Collected data:
───

#[test]
fn ten_thousand_healthy_boards_pass() {
    let nominal = stage();
    let sp = spread();
    let (config, model) = config_for(&nominal, &sp);
    let failures = std::sync::Mutex::new(Vec::new());
    let holds = std::sync::Mutex::new(Vec::new());
    std::thread::scope(|scope| {
        for part in 0..2u64 {
            let (failures, holds) = (&failures, &holds);
            scope.spawn(move || {
                let mut rng = Xoshiro256PlusPlus::seed_from_u64(100 + part);
                for i in 0..5_000 {
                    let board = healthy(&mut rng, &nominal, &sp);
                    let m = measure(&board, &[], config, model, i);
                    holds.lock().unwrap_or_else(|e| e.into_inner()).push(m.hold_ticks.unwrap_or(0));
                    if m.verdict != Verdict::WithinWindow {
                        failures.lock().unwrap_or_else(|e| e.into_inner()).push(format!("{board:?}: {m:?}"));
                    }
                }
            });
        }
    });
    let failures = failures.into_inner().unwrap_or_else(|e| e.into_inner());
    assert!(failures.is_empty(), "{} false rejects, first: {:?}", failures.len(), failures.first());
    // The boards really differ: 10,000 measured holds spread over much of the window.
    let holds = holds.into_inner().unwrap_or_else(|e| e.into_inner());
    let (lo, hi) = (holds.iter().min().copied().unwrap_or(0), holds.iter().max().copied().unwrap_or(0));
    assert_eq!(holds.len(), 10_000);
    assert!(lo >= config.hold_min_ticks && hi <= config.hold_max_ticks, "{lo} … {hi} vs {config:?}");
    assert!((hi - lo) * 3 > config.hold_max_ticks - config.hold_min_ticks, "spread {lo} … {hi} too narrow");
}

#[test]
fn each_fault_gets_its_verdict_and_hint() {
    let nominal = stage();
    let sp = spread();
    let (config, model) = config_for(&nominal, &sp);
    let cases: [(&str, Fault, Verdict, Option<Hint>); 9] = [
        ("open capacitor", Fault::OpenCapacitor, Verdict::Short, Some(Hint::OpenCapacitorOrDiode)),
        ("capacitor ×10", Fault::CapacitorTimes(10.0), Verdict::Long, Some(Hint::WrongPart)),
        ("capacitor ×0.1", Fault::CapacitorTimes(0.1), Verdict::Short, Some(Hint::WrongPart)),
        ("shorted capacitor", Fault::ShortedCapacitor, Verdict::NoResponse, Some(Hint::NoChargePath)),
        ("leaky capacitor (2 MΩ)", Fault::LeakyCapacitor(2e6), Verdict::Short, Some(Hint::AgedOrWrongTolerance)),
        ("open resistor", Fault::OpenResistor, Verdict::StuckActive, Some(Hint::OpenResistorOrShortedNode)),
        ("open diode", Fault::OpenDiode, Verdict::NoResponse, Some(Hint::NoChargePath)),
        (
            "bouncing trigger",
            Fault::BouncingTrigger { seconds: 2e-3, period: 2e-4 },
            Verdict::WithinWindow,
            Some(Hint::None),
        ),
        ("supply droop to 75 %", Fault::SupplyDroop(0.75), Verdict::Short, None),
    ];
    let mut wrong = Vec::new();
    for (name, fault, verdict, hint) in cases {
        let m = measure(&nominal, &[fault], config, model, 7);
        if m.verdict != verdict || hint.is_some_and(|h| h != m.hint) {
            wrong.push(format!(
                "{name}: got {:?}/{:?} (hold {:?}, Δc {:?})",
                m.verdict, m.hint, m.hold_ticks, m.c_deviation_ppm
            ));
        }
    }
    // Noise near the threshold of a plain input (no hysteresis) makes the output chatter.
    let mut plain = nominal;
    plain.rise_uv = 2_500_000;
    plain.fall_uv = 2_500_000;
    let plain_spread = Spread { thresholds: None, ..sp };
    let (pc, pm) = config_for(&plain, &plain_spread);
    let m = measure(&plain, &[Fault::NoisyOutput(0.2)], pc, pm, 9);
    if (m.verdict, m.hint) != (Verdict::Chatter, Hint::NoisyOutput) {
        wrong.push(format!("noisy output: got {m:?}"));
    }
    // The same noise inside a Schmitt input's hysteresis is harmless.
    let m = measure(&nominal, &[Fault::NoisyOutput(0.2)], config, model, 9);
    if m.verdict != Verdict::WithinWindow {
        wrong.push(format!("noise inside the hysteresis: got {m:?}"));
    }
    assert!(wrong.is_empty(), "{}", wrong.join("\n"));
}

───

_EXERCISE_:
A full, exact copy of the entries is required. Return it.

_ANSWER BOX_:
#[test]
fn ten_thousand_healthy_boards_pass() {
    let nominal = stage();
    let sp = spread();
    let (config, model) = config_for(&nominal, &sp);
    let failures = std::sync::Mutex::new(Vec::new());
    let holds = std::sync::Mutex::new(Vec::new());
    std::thread::scope(|scope| {
        for part in 0..2u64 {
            let (failures, holds) = (&failures, &holds);
            scope.spawn(move || {
                let mut rng = Xoshiro256PlusPlus::seed_from_u64(100 + part);
                for i in 0..5_000 {
                    let board = healthy(&mut rng, &nominal, &sp);
                    let m = measure(&board, &[], config, model, i);
                    holds.lock().unwrap_or_else(|e| e.into_inner()).push(m.hold_ticks.unwrap_or(0));
                    if m.verdict != Verdict::WithinWindow {
                        failures.lock().unwrap_or_else(|e| e.into_inner()).push(format!("{board:?}: {m:?}"));
                    }
                }
            });
        }
    });
    let failures = failures.into_inner().unwrap_or_else(|e| e.into_inner());
    assert!(failures.is_empty(), "{} false rejects, first: {:?}", failures.len(), failures.first());
    // The boards really differ: 10,000 measured holds spread over much of the window.
    let holds = holds.into_inner().unwrap_or_else(|e| e.into_inner());
    let (lo, hi) = (holds.iter().min().copied().unwrap_or(0), holds.iter().max().copied().unwrap_or(0));
    assert_eq!(holds.len(), 10_000);
    assert!(lo >= config.hold_min_ticks && hi <= config.hold_max_ticks, "{lo} … {hi} vs {config:?}");
    assert!((hi - lo) * 3 > config.hold_max_ticks - config.hold_min_ticks, "spread {lo} … {hi} too narrow");
}

#[test]
fn each_fault_gets_its_verdict_and_hint() {
    let nominal = stage();
    let sp = spread();
    let (config, model) = config_for(&nominal, &sp);
    let cases: [(&str, Fault, Verdict, Option<Hint>); 9] = [
        ("open capacitor", Fault::OpenCapacitor, Verdict::Short, Some(Hint::OpenCapacitorOrDiode)),
        ("capacitor ×10", Fault::CapacitorTimes(10.0), Verdict::Long, Some(Hint::WrongPart)),
        ("capacitor ×0.1", Fault::CapacitorTimes(0.1), Verdict::Short, Some(Hint::WrongPart)),
        ("shorted capacitor", Fault::ShortedCapacitor, Verdict::NoResponse, Some(Hint::NoChargePath)),
        ("leaky capacitor (2 MΩ)", Fault::LeakyCapacitor(2e6), Verdict::Short, Some(Hint::AgedOrWrongTolerance)),
        ("open resistor", Fault::OpenResistor, Verdict::StuckActive, Some(Hint::OpenResistorOrShortedNode)),
        ("open diode", Fault::OpenDiode, Verdict::NoResponse, Some(Hint::NoChargePath)),
        (
            "bouncing trigger",
            Fault::BouncingTrigger { seconds: 2e-3, period: 2e-4 },
            Verdict::WithinWindow,
            Some(Hint::None),
        ),
        ("supply droop to 75 %", Fault::SupplyDroop(0.75), Verdict::Short, None),
    ];
    let mut wrong = Vec::new();
    for (name, fault, verdict, hint) in cases {
        let m = measure(&nominal, &[fault], config, model, 7);
        if m.verdict != verdict || hint.is_some_and(|h| h != m.hint) {
            wrong.push(format!(
                "{name}: got {:?}/{:?} (hold {:?}, Δc {:?})",
                m.verdict, m.hint, m.hold_ticks, m.c_deviation_ppm
            ));
        }
    }
    // Noise near the threshold of a plain input (no hysteresis) makes the output chatter.
    let mut plain = nominal;
    plain.rise_uv = 2_500_000;
    plain.fall_uv = 2_500_000;
    let plain_spread = Spread { thresholds: None, ..sp };
    let (pc, pm) = config_for(&plain, &plain_spread);
    let m = measure(&plain, &[Fault::NoisyOutput(0.2)], pc, pm, 9);
    if (m.verdict, m.hint) != (Verdict::Chatter, Hint::NoisyOutput) {
        wrong.push(format!("noisy output: got {m:?}"));
    }
    // The same noise inside a Schmitt input's hysteresis is harmless.
    let m = measure(&nominal, &[Fault::NoisyOutput(0.2)], config, model, 9);
    if m.verdict != Verdict::WithinWindow {
        wrong.push(format!("noise inside the hysteresis: got {m:?}"));
    }
    assert!(wrong.is_empty(), "{}", wrong.join("\n"));
}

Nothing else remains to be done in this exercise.